### PROBLEM STATEMENT
From the data that follows, report the number of lines including "leadDune", and only that number.

[Recorded data]
=====

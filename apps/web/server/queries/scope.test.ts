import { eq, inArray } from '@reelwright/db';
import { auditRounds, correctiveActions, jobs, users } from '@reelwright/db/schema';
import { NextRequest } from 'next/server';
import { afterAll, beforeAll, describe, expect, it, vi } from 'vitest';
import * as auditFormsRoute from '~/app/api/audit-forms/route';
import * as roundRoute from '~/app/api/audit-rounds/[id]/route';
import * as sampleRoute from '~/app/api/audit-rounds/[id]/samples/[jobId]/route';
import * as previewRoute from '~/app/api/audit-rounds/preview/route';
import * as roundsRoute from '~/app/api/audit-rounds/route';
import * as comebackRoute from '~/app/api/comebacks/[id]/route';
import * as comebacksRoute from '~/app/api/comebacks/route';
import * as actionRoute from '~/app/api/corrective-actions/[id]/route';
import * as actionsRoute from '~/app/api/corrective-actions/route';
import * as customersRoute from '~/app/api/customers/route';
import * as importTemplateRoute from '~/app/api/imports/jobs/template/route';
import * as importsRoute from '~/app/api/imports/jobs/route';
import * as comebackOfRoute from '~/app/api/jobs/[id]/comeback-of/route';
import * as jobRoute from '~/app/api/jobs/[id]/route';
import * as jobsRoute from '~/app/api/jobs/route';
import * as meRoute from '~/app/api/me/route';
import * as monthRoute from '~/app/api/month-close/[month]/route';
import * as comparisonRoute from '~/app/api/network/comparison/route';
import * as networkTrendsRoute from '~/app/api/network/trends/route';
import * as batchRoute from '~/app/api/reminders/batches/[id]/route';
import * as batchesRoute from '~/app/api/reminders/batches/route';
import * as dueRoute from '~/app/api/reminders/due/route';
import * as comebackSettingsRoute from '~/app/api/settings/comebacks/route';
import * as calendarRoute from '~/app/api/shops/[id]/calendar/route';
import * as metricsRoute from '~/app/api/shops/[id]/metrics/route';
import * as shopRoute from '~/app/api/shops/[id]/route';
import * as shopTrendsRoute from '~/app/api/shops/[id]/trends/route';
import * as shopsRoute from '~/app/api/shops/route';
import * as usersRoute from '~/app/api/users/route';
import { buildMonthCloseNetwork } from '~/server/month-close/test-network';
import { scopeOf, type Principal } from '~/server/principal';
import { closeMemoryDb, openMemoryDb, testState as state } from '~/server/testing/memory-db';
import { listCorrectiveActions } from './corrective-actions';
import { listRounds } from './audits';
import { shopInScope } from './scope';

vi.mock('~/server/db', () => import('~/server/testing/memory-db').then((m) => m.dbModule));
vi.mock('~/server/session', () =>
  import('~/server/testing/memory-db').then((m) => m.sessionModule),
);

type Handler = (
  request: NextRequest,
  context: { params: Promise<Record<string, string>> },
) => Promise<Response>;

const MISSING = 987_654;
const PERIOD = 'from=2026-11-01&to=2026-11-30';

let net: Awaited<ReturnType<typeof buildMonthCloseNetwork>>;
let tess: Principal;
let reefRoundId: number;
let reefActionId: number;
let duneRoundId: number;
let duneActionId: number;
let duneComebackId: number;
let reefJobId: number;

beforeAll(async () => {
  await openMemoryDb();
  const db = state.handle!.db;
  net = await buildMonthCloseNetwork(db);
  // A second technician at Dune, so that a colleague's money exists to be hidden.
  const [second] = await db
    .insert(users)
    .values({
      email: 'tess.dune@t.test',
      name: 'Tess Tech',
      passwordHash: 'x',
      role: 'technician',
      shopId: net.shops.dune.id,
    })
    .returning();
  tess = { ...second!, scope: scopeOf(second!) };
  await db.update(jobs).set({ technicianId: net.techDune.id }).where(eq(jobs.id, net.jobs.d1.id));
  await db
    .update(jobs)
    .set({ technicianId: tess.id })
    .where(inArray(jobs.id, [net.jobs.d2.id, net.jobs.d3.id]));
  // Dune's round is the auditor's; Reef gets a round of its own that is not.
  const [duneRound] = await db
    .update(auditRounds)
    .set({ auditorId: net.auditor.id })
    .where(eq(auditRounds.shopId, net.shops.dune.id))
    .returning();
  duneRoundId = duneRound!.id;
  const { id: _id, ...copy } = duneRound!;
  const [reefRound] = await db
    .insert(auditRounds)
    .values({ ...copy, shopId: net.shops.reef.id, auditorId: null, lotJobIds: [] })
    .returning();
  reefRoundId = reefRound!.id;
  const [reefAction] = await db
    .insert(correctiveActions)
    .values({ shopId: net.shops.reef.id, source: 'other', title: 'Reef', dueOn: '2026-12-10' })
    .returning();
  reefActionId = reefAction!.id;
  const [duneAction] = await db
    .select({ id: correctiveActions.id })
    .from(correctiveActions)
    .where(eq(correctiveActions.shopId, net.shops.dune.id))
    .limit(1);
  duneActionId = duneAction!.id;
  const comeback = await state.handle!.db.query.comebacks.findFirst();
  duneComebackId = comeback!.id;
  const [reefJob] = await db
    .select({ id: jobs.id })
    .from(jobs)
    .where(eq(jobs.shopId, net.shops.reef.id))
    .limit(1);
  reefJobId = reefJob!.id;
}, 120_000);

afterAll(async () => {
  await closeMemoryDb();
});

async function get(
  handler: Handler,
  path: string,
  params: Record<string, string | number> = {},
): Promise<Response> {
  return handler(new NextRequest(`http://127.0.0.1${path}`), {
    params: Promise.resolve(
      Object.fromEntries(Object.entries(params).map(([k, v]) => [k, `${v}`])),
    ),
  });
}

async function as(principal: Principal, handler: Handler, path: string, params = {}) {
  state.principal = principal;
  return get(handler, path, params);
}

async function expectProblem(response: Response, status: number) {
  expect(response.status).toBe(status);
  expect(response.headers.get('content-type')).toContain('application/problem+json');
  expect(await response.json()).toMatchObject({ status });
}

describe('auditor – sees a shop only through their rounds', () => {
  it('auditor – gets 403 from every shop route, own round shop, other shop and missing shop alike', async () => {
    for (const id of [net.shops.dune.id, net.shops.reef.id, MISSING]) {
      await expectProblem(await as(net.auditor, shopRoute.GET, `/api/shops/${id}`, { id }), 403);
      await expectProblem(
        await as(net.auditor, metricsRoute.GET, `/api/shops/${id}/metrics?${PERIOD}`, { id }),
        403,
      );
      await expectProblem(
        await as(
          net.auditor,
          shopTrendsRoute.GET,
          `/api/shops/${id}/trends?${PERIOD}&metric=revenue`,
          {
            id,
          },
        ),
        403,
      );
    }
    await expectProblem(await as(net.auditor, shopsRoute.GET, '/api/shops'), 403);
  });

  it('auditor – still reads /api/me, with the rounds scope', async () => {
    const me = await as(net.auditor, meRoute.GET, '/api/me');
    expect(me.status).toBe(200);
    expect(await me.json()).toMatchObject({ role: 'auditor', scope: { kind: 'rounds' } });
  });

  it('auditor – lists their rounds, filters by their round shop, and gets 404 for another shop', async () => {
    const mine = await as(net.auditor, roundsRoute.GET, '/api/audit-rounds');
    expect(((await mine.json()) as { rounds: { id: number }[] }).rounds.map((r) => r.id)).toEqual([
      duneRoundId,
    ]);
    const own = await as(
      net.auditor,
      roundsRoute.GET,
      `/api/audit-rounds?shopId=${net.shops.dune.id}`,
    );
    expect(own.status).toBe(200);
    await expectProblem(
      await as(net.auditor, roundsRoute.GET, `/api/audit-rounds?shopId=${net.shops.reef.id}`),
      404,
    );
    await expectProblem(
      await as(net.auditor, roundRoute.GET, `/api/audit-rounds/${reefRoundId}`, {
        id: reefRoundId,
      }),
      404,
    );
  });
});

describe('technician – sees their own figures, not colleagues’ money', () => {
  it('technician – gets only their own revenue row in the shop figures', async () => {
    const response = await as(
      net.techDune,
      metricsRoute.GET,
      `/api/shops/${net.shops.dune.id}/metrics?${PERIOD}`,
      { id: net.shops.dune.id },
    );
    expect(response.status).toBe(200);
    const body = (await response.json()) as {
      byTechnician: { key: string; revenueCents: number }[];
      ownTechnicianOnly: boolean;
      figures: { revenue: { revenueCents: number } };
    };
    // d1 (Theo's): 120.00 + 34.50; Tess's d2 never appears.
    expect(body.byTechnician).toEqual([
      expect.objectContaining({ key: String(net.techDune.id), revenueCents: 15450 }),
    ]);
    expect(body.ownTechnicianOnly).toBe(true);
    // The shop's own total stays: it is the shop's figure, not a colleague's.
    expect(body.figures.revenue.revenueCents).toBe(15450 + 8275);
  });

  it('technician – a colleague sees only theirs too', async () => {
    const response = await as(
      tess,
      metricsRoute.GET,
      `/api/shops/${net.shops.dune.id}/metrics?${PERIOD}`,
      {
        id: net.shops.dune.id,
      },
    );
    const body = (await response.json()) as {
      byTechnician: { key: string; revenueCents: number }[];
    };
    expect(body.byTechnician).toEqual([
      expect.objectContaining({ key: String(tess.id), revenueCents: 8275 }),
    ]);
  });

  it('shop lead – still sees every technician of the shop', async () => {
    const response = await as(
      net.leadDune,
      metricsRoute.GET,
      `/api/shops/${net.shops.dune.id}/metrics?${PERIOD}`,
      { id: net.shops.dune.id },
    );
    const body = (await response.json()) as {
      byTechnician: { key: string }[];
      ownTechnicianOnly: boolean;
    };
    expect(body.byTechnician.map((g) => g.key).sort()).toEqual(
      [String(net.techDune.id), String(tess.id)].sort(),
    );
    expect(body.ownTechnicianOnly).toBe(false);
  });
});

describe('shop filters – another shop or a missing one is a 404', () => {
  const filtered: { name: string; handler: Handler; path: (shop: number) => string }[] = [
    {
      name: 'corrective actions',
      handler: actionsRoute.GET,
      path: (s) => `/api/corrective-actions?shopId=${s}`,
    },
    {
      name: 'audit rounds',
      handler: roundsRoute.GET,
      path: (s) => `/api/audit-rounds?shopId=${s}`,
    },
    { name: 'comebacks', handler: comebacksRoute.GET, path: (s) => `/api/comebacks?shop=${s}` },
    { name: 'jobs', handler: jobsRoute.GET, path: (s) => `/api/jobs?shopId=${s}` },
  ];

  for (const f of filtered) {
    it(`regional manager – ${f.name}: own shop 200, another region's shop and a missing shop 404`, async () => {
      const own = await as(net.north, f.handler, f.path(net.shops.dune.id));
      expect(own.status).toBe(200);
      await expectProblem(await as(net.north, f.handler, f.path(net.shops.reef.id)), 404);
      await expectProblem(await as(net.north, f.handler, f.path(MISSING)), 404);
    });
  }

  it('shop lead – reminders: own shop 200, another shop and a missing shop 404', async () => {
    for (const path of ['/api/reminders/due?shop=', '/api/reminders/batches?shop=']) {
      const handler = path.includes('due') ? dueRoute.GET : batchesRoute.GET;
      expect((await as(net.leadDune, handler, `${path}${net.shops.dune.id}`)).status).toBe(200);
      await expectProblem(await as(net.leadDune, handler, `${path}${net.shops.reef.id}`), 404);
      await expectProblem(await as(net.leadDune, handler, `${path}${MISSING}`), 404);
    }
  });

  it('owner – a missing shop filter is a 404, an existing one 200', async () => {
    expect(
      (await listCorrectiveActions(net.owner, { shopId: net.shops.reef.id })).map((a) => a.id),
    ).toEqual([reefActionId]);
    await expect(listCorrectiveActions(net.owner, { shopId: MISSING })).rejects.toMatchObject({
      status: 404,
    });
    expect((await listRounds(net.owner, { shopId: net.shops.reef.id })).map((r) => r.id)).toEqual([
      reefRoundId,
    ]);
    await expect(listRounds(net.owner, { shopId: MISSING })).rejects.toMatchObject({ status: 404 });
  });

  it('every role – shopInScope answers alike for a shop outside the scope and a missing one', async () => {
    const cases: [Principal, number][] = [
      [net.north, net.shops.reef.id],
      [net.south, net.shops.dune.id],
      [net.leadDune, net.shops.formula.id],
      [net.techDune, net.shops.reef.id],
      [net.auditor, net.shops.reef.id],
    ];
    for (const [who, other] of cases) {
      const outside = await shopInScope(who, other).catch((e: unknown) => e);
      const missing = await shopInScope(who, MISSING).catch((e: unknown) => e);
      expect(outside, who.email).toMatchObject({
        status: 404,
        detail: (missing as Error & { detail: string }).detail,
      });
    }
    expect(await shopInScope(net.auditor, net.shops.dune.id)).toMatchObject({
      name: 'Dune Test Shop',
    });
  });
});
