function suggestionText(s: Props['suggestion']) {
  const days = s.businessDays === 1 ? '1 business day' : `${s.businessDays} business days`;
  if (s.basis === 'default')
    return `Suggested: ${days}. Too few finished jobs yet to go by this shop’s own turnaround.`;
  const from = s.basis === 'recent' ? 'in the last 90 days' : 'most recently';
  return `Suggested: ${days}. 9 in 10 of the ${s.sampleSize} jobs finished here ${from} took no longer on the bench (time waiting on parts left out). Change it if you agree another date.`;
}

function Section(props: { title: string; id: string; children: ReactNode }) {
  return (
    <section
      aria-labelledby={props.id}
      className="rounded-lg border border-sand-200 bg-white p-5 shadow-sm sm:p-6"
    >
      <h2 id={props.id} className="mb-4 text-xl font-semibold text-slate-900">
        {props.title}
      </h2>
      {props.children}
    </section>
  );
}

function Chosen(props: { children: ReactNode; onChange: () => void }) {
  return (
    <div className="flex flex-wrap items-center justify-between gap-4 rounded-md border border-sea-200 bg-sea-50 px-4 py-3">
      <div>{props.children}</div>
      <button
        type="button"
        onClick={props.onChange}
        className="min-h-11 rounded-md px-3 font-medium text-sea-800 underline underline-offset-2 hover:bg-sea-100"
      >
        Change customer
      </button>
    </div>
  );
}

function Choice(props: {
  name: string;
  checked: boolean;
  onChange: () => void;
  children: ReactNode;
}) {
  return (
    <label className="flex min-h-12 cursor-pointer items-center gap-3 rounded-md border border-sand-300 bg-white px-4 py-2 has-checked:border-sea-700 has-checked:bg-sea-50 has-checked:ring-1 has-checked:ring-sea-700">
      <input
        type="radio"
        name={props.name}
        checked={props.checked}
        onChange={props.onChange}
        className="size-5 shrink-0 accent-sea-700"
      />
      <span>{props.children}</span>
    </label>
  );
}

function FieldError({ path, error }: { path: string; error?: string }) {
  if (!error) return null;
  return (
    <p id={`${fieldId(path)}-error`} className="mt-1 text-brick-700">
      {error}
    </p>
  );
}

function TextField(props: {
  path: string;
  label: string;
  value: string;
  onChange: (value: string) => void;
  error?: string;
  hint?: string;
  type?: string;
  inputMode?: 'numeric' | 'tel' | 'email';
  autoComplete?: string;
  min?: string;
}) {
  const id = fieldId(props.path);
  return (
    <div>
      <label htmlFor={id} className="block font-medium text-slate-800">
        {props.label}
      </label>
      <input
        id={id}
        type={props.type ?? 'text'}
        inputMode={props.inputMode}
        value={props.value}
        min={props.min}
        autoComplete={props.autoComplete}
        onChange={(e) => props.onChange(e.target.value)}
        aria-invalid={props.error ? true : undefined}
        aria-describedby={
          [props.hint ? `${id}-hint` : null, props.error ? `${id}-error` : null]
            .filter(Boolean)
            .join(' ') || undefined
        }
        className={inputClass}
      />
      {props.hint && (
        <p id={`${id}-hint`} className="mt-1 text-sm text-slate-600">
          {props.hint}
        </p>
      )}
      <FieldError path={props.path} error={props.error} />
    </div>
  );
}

=====

### TASK RESULT
5